Les héritiers de Pierre Boulle veillent attentivement sur sa mémoire (création de l’Association des Amis de l’œuvre de Pierre Boulle) et sur ses archives : des pages manuscrites sur papier pelure retrouvées après sa mort à l’intérieur de trois malles oubliées dans la cave de son appartement parisien. Pendant près de trois ans, Françoise et Jean Loriot ont séché au fer à repasser tiède ces pages humides et les ont méthodiquement classées.
Ce travail, qui nous avait valu la publication en 2005 d’un roman inédit, L’archéologue et le mystère Néfertiti (qui vient de sortir en collection de poche chez Pocket), nous offre aujourd’hui un recueil de nouvelles. C’est en soi un événement.
Très probablement écrites avant l’année 1950, elles sont qualifiées par l’auteur dans la dédicace à sa sœur de « balbutiements d’un futur écrivain qui cherche sa voie », préviennent Françoise et Jean Loriot dans l’avant-propos.
Elles mettent en scène un maître en criminologie, le professeur Merlec, et son élève, le candide Bitard. Évidemment ce duo et la rigoureuse et froide logique du professeur font inévitablement penser à Holmes et Watson. La bouteille de pastis de Merlec est cependant plus conforme à « l’identité nationale » française que la pipe d’opium de Holmes.

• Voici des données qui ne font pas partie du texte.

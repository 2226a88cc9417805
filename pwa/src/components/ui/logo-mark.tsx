/** The Phasewright mark (public/logo-mark.svg, also the favicon and the icon source). */
export function LogoMark({ size = 32, className = '' }: { size?: number; className?: string }) {
  return <img src="/logo-mark.svg" width={size} height={size} alt="" aria-hidden="true" className={className} />;
}
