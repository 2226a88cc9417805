import type { ReactNode } from 'react';

export type BadgeTone = 'good' | 'bad' | 'warn' | 'neutral';

const toneClasses: Record<BadgeTone, string> = {
  good: 'bg-good-50 text-good-700 ring-good-300',
  bad: 'bg-red-50 text-red-800 ring-red-300',
  warn: 'bg-amber-50 text-amber-900 ring-amber-300',
  neutral: 'bg-ink-100 text-ink-800 ring-line',
};

const dotClasses: Record<BadgeTone, string> = {
  good: 'bg-good-600',
  bad: 'bg-red-600',
  warn: 'bg-amber-500',
  neutral: 'bg-ink-500',
};

/** A small pill; the words carry the meaning, the colour only repeats it. */
export function Badge({ tone, children }: { tone: BadgeTone; children: ReactNode }) {
  return (
    <span
      className={`inline-flex items-center gap-1.5 rounded-full px-2.5 py-0.5 text-sm font-semibold ring-1 ring-inset ${toneClasses[tone]}`}
    >
      <span aria-hidden="true" className={`size-2 rounded-full ${dotClasses[tone]}`} />
      {children}
    </span>
  );
}
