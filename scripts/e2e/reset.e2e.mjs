// Password reset in the browser, against the real server and MariaDB, with a seeded demo account
// (db/seeders/0001-demo-accounts.mjs): "Forgot password?" on the sign-in page → the reset e-mail,
// read by the demo site admin on the admin Mail page (the server's fake SMTP store) → its link
// (/reset-password#token=…) opened in the user's browser → a weak password and a mistyped
// confirmation are refused beside their fields → a good one is set → signing in with it works →
// the same link a second time says it cannot be used. The demo password is then set back the same
// way, so that the printed demo sign-ins keep working.
// Every step a person does happens in the page.
import assert from 'node:assert/strict';
import { randomBytes } from 'node:crypto';
import { launchFreshContext } from './browser.mjs';

const USER = { email: 'pim.arbor@example.org', password: 'viewer-sparrow-4821', displayName: 'Pim Arbor' };
const ADMIN = { email: 'ada.quill@example.org', password: 'admin-lantern-4821', displayName: 'Ada Quill' };

/** @param {import('playwright-core').Page} page */
async function signIn(page, baseUrl, who, password = who.password) {
  await page.goto(`${baseUrl}/sign-in`);
  await page.locator('[data-path="email"]').fill(who.email);
  await page.locator('[data-path="password"]').fill(password);
  await page.getByRole('button', { name: 'Sign in' }).click();
  await page.getByTestId('signed-in-user').filter({ hasText: who.displayName }).waitFor();
}

/** The admin's Mail page, filtered to the user's address; returns the reset links shown, newest first. */
async function resetLinks(apage) {
  await apage.getByRole('textbox', { name: 'Recipient filter' }).fill(USER.email);
  await apage.locator(`[data-mail-to="${USER.email}"]`).first().or(apage.getByText('No messages.')).waitFor();
  const messages = apage.locator(`[data-mail-to="${USER.email}"]`).filter({ hasText: 'Reset your Phasewright password' });
  const out = [];
  for (const m of await messages.all()) out.push(await m.locator('[data-mail-link]').first().getAttribute('href'));
  return out;
}

/**
 * "Forgot password?" from the sign-in page; the admin reloads the Mail page until a new reset
 * link arrives; returns it.
 * @param {import('playwright-core').Page} page  @param {import('playwright-core').Page} apage
 */
async function requestReset(page, apage, baseUrl, screenshot, shot) {
  await apage.reload();
  const before = new Set(await resetLinks(apage));
  await page.goto(`${baseUrl}/sign-in`);
  await page.locator('[data-path="email"]').fill(USER.email);
  await page.getByRole('link', { name: 'Forgot password?' }).click();
  await page.waitForURL(/\/reset-password\?email=/);
  assert.equal(await page.locator('[data-path="email"]').inputValue(), USER.email, 'the address carries over from the sign-in form');
  await page.getByTestId('reset-request-submit').click();
  await page.getByTestId('reset-requested').waitFor();
  if (shot) await screenshot(`${shot}-requested`);
  for (let i = 0; i < 40; i++) {
    await apage.reload();
    const fresh = (await resetLinks(apage)).filter((l) => l && !before.has(l));
    if (fresh.length > 0) {
      if (shot) await screenshot(`${shot}-admin-mail`, apage);
      return fresh[0];
    }
    await apage.waitForTimeout(250);
  }
  throw new Error('no new reset e-mail reached the fake SMTP store');
}

/** Opens the e-mailed link and sets `password`; lands on the sign-in page. */
async function setPassword(page, baseUrl, link, password) {
  await page.goto(new URL(link, baseUrl).href);
  await page.getByRole('heading', { name: 'Choose a new password' }).waitFor();
  await page.locator('[data-path="password"]').fill(password);
  await page.locator('[data-path="confirm"]').fill(password);
  await page.getByTestId('reset-submit').click();
  await page.getByTestId('reset-done').waitFor();
}

export const tests = [
  {
    name: 'password reset: request from the sign-in page, the e-mailed link, weak and mismatched passwords refused, new password signs in, the link works once',
    async run({ baseUrl, page, screenshot }) {
      const newPassword = `fresh-heron-${randomBytes(3).toString('hex')}`;
      const adminBrowser = await launchFreshContext();
      try {
        const apage = adminBrowser.context.pages()[0] ?? (await adminBrowser.context.newPage());
        await signIn(apage, baseUrl, ADMIN);
        await apage.getByRole('link', { name: 'Mail' }).click();
        await apage.getByRole('heading', { name: 'Captured mail' }).waitFor();

        const link = await requestReset(page, apage, baseUrl, screenshot, 'reset-1');
        assert.match(link, /^\/reset-password#token=[A-Za-z0-9_-]{20,}$/, `the link is the app's reset page with the token in the fragment: ${link}`);

        // The link: a weak password and a mistyped confirmation are refused beside their fields.
        await page.goto(new URL(link, baseUrl).href);
        await page.getByRole('heading', { name: 'Choose a new password' }).waitFor();
        await page.locator('[data-path="password"]').fill('aaaaabbbbb');
        await page.locator('[data-path="confirm"]').fill('aaaaabbbbb');
        await page.getByTestId('reset-submit').click();
        const weak = page.locator('[data-field-error]').filter({ hasText: 'at least 5 different characters' });
        await weak.waitFor();
        await screenshot('reset-2-weak-password');
        await page.locator('[data-path="password"]').fill(newPassword);
        await page.locator('[data-path="confirm"]').fill(`${newPassword}x`);
        await page.getByTestId('reset-submit').click();
        await page.locator('[data-field-error]').filter({ hasText: 'The two passwords differ.' }).waitFor();
        await page.locator('[data-path="confirm"]').fill(newPassword);
        await page.getByTestId('reset-submit').click();
        await page.getByTestId('reset-done').waitFor();
        await screenshot('reset-3-done');

        // The old password no longer works; the new one does.
        await page.locator('[data-path="email"]').fill(USER.email);
        await page.locator('[data-path="password"]').fill(USER.password);
        await page.getByRole('button', { name: 'Sign in' }).click();
        await page.getByRole('alert').filter({ hasText: 'Wrong e-mail address or password' }).waitFor();
        await signIn(page, baseUrl, USER, newPassword);
        await screenshot('reset-4-signed-in');

        // The same link again: used.
        await page.goto(new URL(link, baseUrl).href);
        await page.locator('[data-path="password"]').fill(`${newPassword}-2`);
        await page.locator('[data-path="confirm"]').fill(`${newPassword}-2`);
        await page.getByTestId('reset-submit').click();
        await page.getByTestId('reset-token-error').filter({ hasText: 'already used' }).waitFor();
        await screenshot('reset-5-link-used');

        // Set the demo password back the same way (a second e-mail and link).
        const again = await requestReset(page, apage, baseUrl, screenshot, null);
        await setPassword(page, baseUrl, again, USER.password);
        await signIn(page, baseUrl, USER);
      } finally {
        await adminBrowser.close();
      }
    },
  },
];
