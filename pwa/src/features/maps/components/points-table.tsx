/** A map's points as a sortable, filterable table; selection is shared with the map. */
import { useMemo, useState } from 'react';
import type { MapCell } from '../lib/map-data.js';
import { scalar } from '../lib/map-data.js';

interface Props {
  cells: MapCell[];
  parameters: string[];
  labelName: (id: string | undefined) => string;
  selectedKeys: ReadonlySet<string>;
  onSelect: (cell: MapCell, additive: boolean) => void;
}

type SortKey = string;

export function PointsTable({ cells, parameters, labelName, selectedKeys, onSelect }: Props) {
  const [sort, setSort] = useState<{ key: SortKey; dir: 1 | -1 }>({ key: parameters[0] ?? 'energy', dir: 1 });
  const [filter, setFilter] = useState('');
  const [onlyFlagged, setOnlyFlagged] = useState(false);
  const rows = useMemo(() => {
    const f = filter.trim().toLowerCase();
    const value = (c: MapCell, k: SortKey): number | string => {
      if (parameters.includes(k)) return c.point.parameters[k];
      if (k === 'label') return labelName(c.labelId);
      if (k === 'energy') return c.point.energy;
      if (k === 'time') return c.point.wallMs;
      return scalar(c.point, k) ?? Number.NaN;
    };
    return cells
      .filter((c) => (!onlyFlagged || c.flagged) && (!f || labelName(c.labelId).toLowerCase().includes(f) || c.key.toLowerCase().includes(f)))
      .sort((a, b) => {
        const x = value(a, sort.key);
        const y = value(b, sort.key);
        return (typeof x === 'number' && typeof y === 'number' ? x - y : String(x).localeCompare(String(y))) * sort.dir;
      });
  }, [cells, filter, onlyFlagged, sort, parameters, labelName]);
  const cols: { key: SortKey; label: string }[] = [...parameters.map((p) => ({ key: p, label: p })), { key: 'energy', label: 'Energy' }, { key: 'gap', label: 'Gap' }, { key: 'label', label: 'Label' }, { key: 'time', label: 'Time (ms)' }];
  return (
    <section className="space-y-2" aria-label="Points">
      <div className="flex flex-wrap items-center gap-3 text-sm">
        <label className="flex items-center gap-1.5">
          Filter
          <input className="w-48 rounded border border-line bg-surface px-2 py-1" value={filter} onChange={(e) => setFilter(e.target.value)} placeholder="label or parameter" aria-label="Filter points" />
        </label>
        <label className="flex items-center gap-1.5">
          <input type="checkbox" checked={onlyFlagged} onChange={(e) => setOnlyFlagged(e.target.checked)} />
          only unconverged or degenerate
        </label>
        <span className="text-ink-600">
          {rows.length} of {cells.length} points · {selectedKeys.size} selected
        </span>
      </div>
      <div className="max-h-80 overflow-auto rounded-lg ring-1 ring-line">
        <table className="w-full text-left text-sm" data-testid="points-table">
          <thead className="sticky top-0 bg-paper">
            <tr>
              {cols.map((c) => (
                <th key={c.key} className="px-2 py-1.5 font-semibold" aria-sort={sort.key === c.key ? (sort.dir === 1 ? 'ascending' : 'descending') : 'none'}>
                  <button type="button" onClick={() => setSort((s) => ({ key: c.key, dir: s.key === c.key ? ((-s.dir) as 1 | -1) : 1 }))}>
                    {c.label}
                    {sort.key === c.key ? (sort.dir === 1 ? ' ↑' : ' ↓') : ''}
                  </button>
                </th>
              ))}
              <th className="px-2 py-1.5 font-semibold">Converged</th>
            </tr>
          </thead>
          <tbody>
            {rows.map((c) => (
              <tr
                key={c.key}
                className={`cursor-pointer border-t border-line ${selectedKeys.has(c.key) ? 'bg-accent-50' : 'bg-surface hover:bg-paper'}`}
                onClick={(e) => onSelect(c, e.shiftKey || e.metaKey || e.ctrlKey)}
                aria-selected={selectedKeys.has(c.key)}
                data-row={c.key}
              >
                {parameters.map((p) => (
                  <td key={p} className="px-2 py-1 tabular-nums">
                    {c.point.parameters[p]}
                  </td>
                ))}
                <td className="px-2 py-1 tabular-nums">{c.point.energy.toPrecision(7)}</td>
                <td className="px-2 py-1 tabular-nums">{scalar(c.point, 'gap')?.toPrecision(4) ?? '—'}</td>
                <td className="px-2 py-1">{labelName(c.labelId)}</td>
                <td className="px-2 py-1 tabular-nums">{c.point.wallMs.toFixed(0)}</td>
                <td className="px-2 py-1">{c.point.convergence.converged ? 'yes' : 'no'}{c.point.observables.degenerate === 1 ? ', degenerate' : ''}</td>
              </tr>
            ))}
          </tbody>
        </table>
      </div>
    </section>
  );
}
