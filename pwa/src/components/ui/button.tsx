import { Button as HeadlessButton, type ButtonProps as HeadlessButtonProps } from '@headlessui/react';

type Variant = 'primary' | 'secondary' | 'ghost';

const variantClasses: Record<Variant, string> = {
  primary: 'bg-accent-600 text-white data-hover:bg-accent-700 dark:data-hover:bg-accent-300',
  secondary: 'bg-surface text-ink-900 ring-1 ring-inset ring-line data-hover:bg-accent-50',
  ghost: 'text-ink-800 data-hover:bg-accent-50',
};

export type ButtonProps = Omit<HeadlessButtonProps, 'className'> & { variant?: Variant; className?: string };

/** Headless UI's Button (hover/focus/active as data attributes) in our colours. */
export function Button({ variant = 'primary', className = '', ...props }: ButtonProps) {
  return (
    <HeadlessButton
      {...props}
      className={`inline-flex items-center gap-2 rounded-md px-3.5 py-2 text-sm font-semibold transition-colors data-disabled:cursor-not-allowed data-disabled:opacity-60 data-focus:outline-3 data-focus:outline-offset-2 data-focus:outline-accent-600 ${variantClasses[variant]} ${className}`}
    />
  );
}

Au fil des nouvelles, on apprend comment l’obélisque de la place de la Concorde a pu imperceptiblement disparaître et réapparaître, comment une jeune danseuse a pu se suicider « accidentellement » à la fois par empoisonnement, balle, poignard, pendaison et gaz ! On sourit à l’impertinente apparition d’une nouvelle Ève dans une boîte de nuit nommée « Le Paradis ». Et, résonnant étrangement avec un leitmotiv de la dernière campagne présidentielle en France, on découvre jusqu’où peut mener la maxime sarkozyste « Travailler plus pour gagner plus » quand elle est mise en application par un bourreau.
Le ton général du livre est celui d’un plaisant pastiche écrit par un auteur déjà parfaitement maître de son art. Tout est rigoureusement bien mené jusqu’à la chute finale, en forme de gag, un mystère qui ne sera jamais élucidé.
Au fil des pages, le lecteur ne peut que retrouver le sourire avec lequel elles ont certainement été écrites.